Democratizing access to analytics

In addition to real-time improvement, minute by minute, The Guardian also drives overall improvement of the site because the entire organization is learning how to fine tune content and headlines to meet readers' expectations.

"As part of the editorial process, understanding what content gets traffic and what doesn't is very important," Tackley explains. "One of the great accomplishments that we've been able to achieve using Elasticsearch is empowering journalists to investigate their content's audience. We are democratizing access to data, so the editors and journalists can learn and explore themselves. Elasticsearch encourages a culture of self-exploration, which is very exciting."

"We have seen a change in attitude within the organization," he continues. "A couple of years ago only top management could look at traffic data. Among everyone else there was a fear that if we looked at traffic data, we are bound to turn into a tabloid paper. Now, people across the organization understand that being able to see what's happening to their content helps them do their jobs."

Scalability without sacrificing productivity

"Scaling of Elasticsearch has been fantastic for us," Tackley says. "When we introduce a new feature that stresses Elasticsearch more than we expected, we add capacity to our Elasticsearch cluster. Every time we do that it works perfectly. Being able to scale up fast has been invaluable to help our speed of innovation."

"The fact that we only have to do fairly light amounts of optimization to be able to do fairly complex faceting is a big advantage," adds Phil Wills, Senior Software Architect at The Guardian. "We can query over 360 million documents without having to spend enormous amounts of time optimizing – and Elasticsearch has enabled us to do that with a small development team, not spending all of our time working on this aspect. Without Elasticsearch there is no way we would've been able to implement a number of features that we have, in the time we have."

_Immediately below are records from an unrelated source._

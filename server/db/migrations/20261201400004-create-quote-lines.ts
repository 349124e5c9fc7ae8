import { DataTypes, type QueryInterface } from "sequelize";

/** The priced lines of an option (computed by shared/pricing; manual, discount and overridden lines too). */
export async function up(qi: QueryInterface) {
  await qi.createTable("quote_lines", {
    id: { type: DataTypes.INTEGER.UNSIGNED, autoIncrement: true, primaryKey: true },
    option_id: {
      type: DataTypes.INTEGER.UNSIGNED,
      allowNull: false,
      references: { model: "quote_options", key: "id" },
      onDelete: "CASCADE",
    },
    position: { type: DataTypes.INTEGER.UNSIGNED, allowNull: false },
    kind: { type: DataTypes.ENUM("material", "labor", "tearoff", "deck", "manual", "discount"), allowNull: false },
    key: { type: DataTypes.STRING(80), allowNull: true },
    description: { type: DataTypes.STRING(255), allowNull: false },
    quantity: { type: DataTypes.DECIMAL(14, 4), allowNull: false },
    unit: { type: DataTypes.STRING(20), allowNull: false },
    unit_cost_cents: { type: DataTypes.BIGINT, allowNull: false },
    cost_cents: { type: DataTypes.BIGINT, allowNull: false },
    price_cents: { type: DataTypes.BIGINT, allowNull: false },
    taxable: { type: DataTypes.BOOLEAN, allowNull: false },
    override_reason: { type: DataTypes.STRING(500), allowNull: true },
  });
  await qi.addIndex("quote_lines", ["option_id", "position"], { name: "quote_lines_option" });
}

export async function down(qi: QueryInterface) {
  await qi.dropTable("quote_lines");
}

When we introduce a new feature that stresses Elasticsearch more than we expected, we add capacity to our Elasticsearch cluster. Every time we do that it works perfectly. Being able to scale up fast has been invaluable to help our speed of innovation.

– Graham Tackley, Director of Architecture, The Guardian

Products Used

The Guardian’s benefits using Elasticsearch

  • Driving more page views

    Elasticsearch helps The Guardian improve content, headlines and promotion in a variety of ways, ultimately increasing the number of page views and the site's success.

  • Enhanced user experience

    The Guardian utilizes Elasticsearch-powered analytics to provide readers with more content that meets their demands, which enhances the user experience on the company's website.

  • Empowering the team

    Offering access to Elasticsearch across the organization has empowered editors and journalists to get more involved, and take a proactive approach to improving the site and its content.

  • Improved site performance

    The Guardian's IT operations team utilizes Elasticsearch to track how any changes impact site performance, diagnose issues and keep the site up and running at peak performance.